Shares of the lender plunged 73 percent in Lisbon last week to 12 euro cents, for a market value of 675 million euros, before the stock was suspended on Aug. 1. Banco Espirito Santo’s 750 million euros of 7.125 percent dated subordinated notes, part of its Tier 2 capital, were at 35.8 cents on the euro on Aug. 1 and its more-junior undated hybrid Tier 1 bonds were at 30 cents on the euro, down from 60 cents on July 30.

“The full contribution of shareholders and of subordinated debt holders to the losses of Banco Espirito Santo will be ensured in accordance with the burden sharing rules” set out in 2013, the European Commission said in a statement yesterday as it approved the plan.

Subordinated bonds have been hit by European regulators seeking to share the cost of resolving distressed banks with bondholders, with losses inflicted on holders of junior debt of lenders including Britain’s Co-Operative Bank Plc and Spain’s Bankia SA.

Family Companies

Banco Espirito Santo has 457 million euros of Tier 1 bonds, its most junior debt securities, and 853 million euros of more-senior Tier 2 bonds, making a total of about 1.3 billion euros, according to data compiled by Bloomberg. The lender has 13.5 billion euros of senior bonds and 4.63 billion euros of secured notes outstanding. All in all, it has 20.4 billion euros of bond debt outstanding, the data show.

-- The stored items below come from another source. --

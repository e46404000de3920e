//! Data files: CSV with a header row, `.npy` arrays, atomic writes, input scaling.
//!
//! ```
//! use kernelpress::data::{read_csv_str, Standardizer};
//! let t = read_csv_str("x1,x2,kind\n1,2,a\n3,4,b\n", "demo.csv", Some("kind")).unwrap();
//! assert_eq!(t.x.dim(), (2, 2));
//! assert_eq!(t.target.as_deref().unwrap(), &["a".to_string(), "b".to_string()]);
//! let s = Standardizer::fit(t.x.view());
//! assert_eq!(s.mean, vec![2.0, 3.0]);
//! ```

mod csv;
mod idx;
mod npy;
mod stream;

pub use crate::fsio::{check_writable, read_bytes, write_all_atomic, write_atomic};
pub use csv::{csv_field, csv_text, read_csv, read_csv_str, write_csv};
pub use idx::{read_idx_images, read_idx_labels};
pub use npy::{
    dtype_message, not_finite_message, parse_npy, read_npy, shape_message, write_npy_f32,
    write_npy_f64, NpyArray,
};
pub use stream::{Chunk, RowFile};

use crate::{Error, Result};
use ndarray::{Array2, ArrayView2};
use std::path::Path;

/// A data set read from a file: features, their names, and the target column if asked for.
#[derive(Debug, Clone)]
pub struct Table {
    /// Features, `n × d`.
    pub x: Array2<f64>,
    /// Feature names (CSV header, or `x0 … x{d-1}` for `.npy`).
    pub columns: Vec<String>,
    /// The target column's raw values, when a target was named and present.
    pub target: Option<Vec<String>>,
    /// Where the data came from (for messages).
    pub source: String,
}

impl Table {
    /// The target as numbers (regression), with an error naming the row on a bad value.
    pub fn numeric_target(&self) -> Result<Vec<f64>> {
        let t = self
            .target
            .as_ref()
            .ok_or_else(|| Error::input(format!("{}: no target column", self.source)))?;
        t.iter()
            .enumerate()
            .map(|(i, s)| match s.trim().parse::<f64>() {
                Ok(v) if v.is_finite() => Ok(v),
                _ => Err(Error::input(format!(
                    "{}: row {}, target: expected a finite number, found '{s}'",
                    self.source,
                    i + 1
                ))),
            })
            .collect()
    }
}

/// Reads a CSV (header row) or `.npy` (2-D float array) data file. `target` names the
/// CSV column holding labels; with `require_target` a missing column is an error, otherwise
/// a named but absent column is ignored (as `score` does).
pub fn read_table(path: &Path, target: Option<&str>, require_target: bool) -> Result<Table> {
    if is_npy(path) {
        if target.is_some() && require_target {
            return Err(Error::input(format!(
                "{}: a .npy data file holds features only; put the target in a CSV column",
                path.display()
            )));
        }
        let a = read_npy(path)?;
        let x = a.into_2d(&path.display().to_string())?;
        let columns = placeholder_names(x.ncols());
        return Ok(Table {
            x,
            columns,
            target: None,
            source: path.display().to_string(),
        });
    }
    let t = read_csv(path, target, require_target)?;
    if require_target && t.target.is_none() {
        let t_name = target.unwrap_or("");
        let cols: Vec<&str> = t.columns.iter().map(|x| x.as_str()).collect();
        return Err(Error::input(format!(
            "{}: target column '{t_name}' not found{}; columns are {}",
            path.display(),
            crate::error::did_you_mean(t_name, &cols),
            list_names(cols.iter().copied())
        )));
    }
    Ok(t)
}

/// True for a `.npy` path (by extension, any case).
pub(crate) fn is_npy(path: &Path) -> bool {
    path.extension()
        .map(|e| e.eq_ignore_ascii_case("npy"))
        .unwrap_or(false)
}

/// Up to twelve names, quoted, then how many more (so that a file with a million columns
/// gives a one-line message).
pub fn list_names<'a>(names: impl Iterator<Item = &'a str>) -> String {
    let all: Vec<&str> = names.collect();
    let mut s: Vec<String> = all.iter().take(12).map(|m| format!("'{m}'")).collect();
    if all.len() > 12 {
        s.push(format!("… ({} more)", all.len() - 12));
    }
    s.join(", ")
}

/// Largest magnitude accepted in data (squares and products of such values stay finite).
pub const MAX_ABS_VALUE: f64 = 1e150;

/// Data read for a model: its rows with the model's features in the model's order.
#[derive(Debug, Clone)]
pub struct Matched {
    /// The rows (features in model order) and the target column if named.
    pub table: Table,
    /// What the matching did (columns ignored, position used), for the user.
    pub notes: Vec<String>,
}

/// The placeholder column names `x0 … x{d−1}` of data or a model that has no names.
pub fn placeholder_names(d: usize) -> Vec<String> {
    (0..d).map(|j| format!("x{j}")).collect()
}

/// True when `names` are the placeholder names (a model given no column names: imported
/// from arrays or ONNX).
pub fn has_placeholder_names(names: &[String]) -> bool {
    names == placeholder_names(names.len()).as_slice()
}

/// Reads a data file for a model with feature names `names`. A CSV header is matched to
/// the names, in any order: extra columns are ignored (with a note), missing ones are an
/// error naming them. `.npy` files, models without names, and `by_position` take the
/// columns in file order instead (the target column, when named, is left out).
pub fn read_for_model(
    path: &Path,
    target: Option<&str>,
    names: &[String],
    by_position: bool,
) -> Result<Matched> {
    let src = path.display().to_string();
    let mut notes = Vec::new();
    if is_npy(path) {
        let t = read_table(path, None, false)?;
        check_batch(t.x.view(), names.len(), &src)?;
        return Ok(Matched { table: t, notes });
    }
    let text = csv::read_text(path)?;
    let header = csv::header(&text, &src)?;
    let select = plan_columns(&header, target, names, by_position, &src, &mut notes)?;
    let t = csv::read_csv_select(&text, &src, target, select.as_deref(), names)?;
    check_batch(t.x.view(), names.len(), &src)?;
    Ok(Matched { table: t, notes })
}

/// Which CSV columns are a model's features: by name (any order; missing ones are an
/// error naming them, extra ones a note), or by position for `by_position` and models
/// without names. `None` means every column but the target, in file order.
pub(crate) fn plan_columns(
    header: &[String],
    target: Option<&str>,
    names: &[String],
    by_position: bool,
    src: &str,
    notes: &mut Vec<String>,
) -> Result<Option<Vec<String>>> {
    if let Some(t) = target {
        if !header.iter().any(|h| h == t) {
            let cols: Vec<&str> = header.iter().map(|h| h.as_str()).collect();
            return Err(Error::input(format!(
                "{src}: target column '{t}' not found{}; the columns are {} (leave out --target when the file has no target column)",
                crate::error::did_you_mean(t, &cols),
                list_names(cols.iter().copied()),
            )));
        }
    }
    let others: Vec<&String> = header
        .iter()
        .filter(|h| Some(h.as_str()) != target)
        .collect();
    let known = !has_placeholder_names(names);
    let select: Option<Vec<String>> = if by_position {
        None
    } else if known {
        let missing: Vec<&String> = names.iter().filter(|n| !header.contains(n)).collect();
        if !missing.is_empty() {
            let hint = match target {
                Some(t) if missing.iter().any(|m| *m == t) => {
                    format!(" ('{t}' was given as --target)")
                }
                _ => String::new(),
            };
            return Err(Error::input(format!(
                "{src}: the model's feature column{} {} {} missing{hint}; the file has {}",
                if missing.len() == 1 { "" } else { "s" },
                list_names(missing.iter().map(|x| x.as_str())),
                if missing.len() == 1 { "is" } else { "are" },
                list_names(others.iter().map(|x| x.as_str())),
            )));
        }
        let extra: Vec<&&String> = others.iter().filter(|h| !names.contains(h)).collect();
        if !extra.is_empty() {
            notes.push(format!(
                "{src}: ignored column{} {} (not features of the model{})",
                if extra.len() == 1 { "" } else { "s" },
                list_names(extra.iter().map(|x| x.as_str())),
                if target.is_none() {
                    "; name a label column with --target"
                } else {
                    ""
                }
            ));
        }
        Some(names.to_vec())
    } else {
        if others.len() == names.len() && others.iter().zip(names).any(|(a, b)| *a != b) {
            notes.push(format!(
                "{src}: the model has no column names; columns are taken by position"
            ));
        }
        None
    };
    Ok(select)
}

/// Per-feature standardisation `(x − mean) / scale`, stored in model files.
#[derive(Debug, Clone, PartialEq)]
pub struct Standardizer {
    /// Per-feature mean.
    pub mean: Vec<f64>,
    /// Per-feature scale (standard deviation; 1 where the feature is constant).
    pub scale: Vec<f64>,
}

impl Standardizer {
    /// Fits mean and standard deviation (population) of each column.
    pub fn fit(x: ArrayView2<f64>) -> Standardizer {
        let n = x.nrows().max(1) as f64;
        let mut mean = vec![0.0; x.ncols()];
        let mut scale = vec![0.0; x.ncols()];
        for (j, col) in x.columns().into_iter().enumerate() {
            let m = col.sum() / n;
            let v = col.iter().map(|a| (a - m) * (a - m)).sum::<f64>() / n;
            mean[j] = m;
            scale[j] = if v.sqrt() > 1e-12 * (1.0 + m.abs()) {
                v.sqrt()
            } else {
                1.0
            };
        }
        Standardizer { mean, scale }
    }

    /// Applies the scaling to a batch.
    pub fn apply(&self, x: ArrayView2<f64>) -> Array2<f64> {
        let mut out = x.to_owned();
        for mut row in out.rows_mut() {
            for (j, v) in row.iter_mut().enumerate() {
                *v = (*v - self.mean[j]) / self.scale[j];
            }
        }
        out
    }
}

/// Checks that a batch has `d` features and only finite values.
pub fn check_batch(x: ArrayView2<f64>, d: usize, source: &str) -> Result<()> {
    if x.ncols() != d {
        return Err(Error::input(format!(
            "{source}: the data have {} features but the model expects {d}",
            x.ncols()
        )));
    }
    for (i, row) in x.rows().into_iter().enumerate() {
        if let Some(j) = row.iter().position(|v| !v.is_finite()) {
            return Err(Error::input(npy::not_finite_message(source, i, j, row[j])));
        }
        if let Some(j) = row.iter().position(|v| v.abs() > MAX_ABS_VALUE) {
            return Err(Error::input(format!(
                "{source}: row {}, feature {}: value {:e} is too large (at most {MAX_ABS_VALUE:e} in magnitude, so that squared distances and products stay finite)",
                i + 1,
                j,
                row[j]
            )));
        }
    }
    Ok(())
}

Banco Espirito Santo is 20 percent owned by Espirito Santo Financial Group, part of a chain of companies linked to the bank’s founding family. The lender’s largest outside shareholders include France’s Credit Agricole SA, owner of a 14.6 percent stake, as well as Brazil’s Banco Bradesco SA, which has a 3.9 percent holding.

Banco Espirito Santo shares slumped 67 percent in July as three parent companies linked to the Espirito Santo family requested protection from creditors and concern grew that the bank may have to inject additional capital into its Angola unit.

Novo Banco’s managers, led by chief executive officer Vitor Bento, will seek to find private investors to buy “significant” stakes in the bank in “an adequate time horizon,” according to the central bank.

Bento said in a statement that yesterday’s move removes key uncertainties around the bank and the lender is now stronger and safer than before.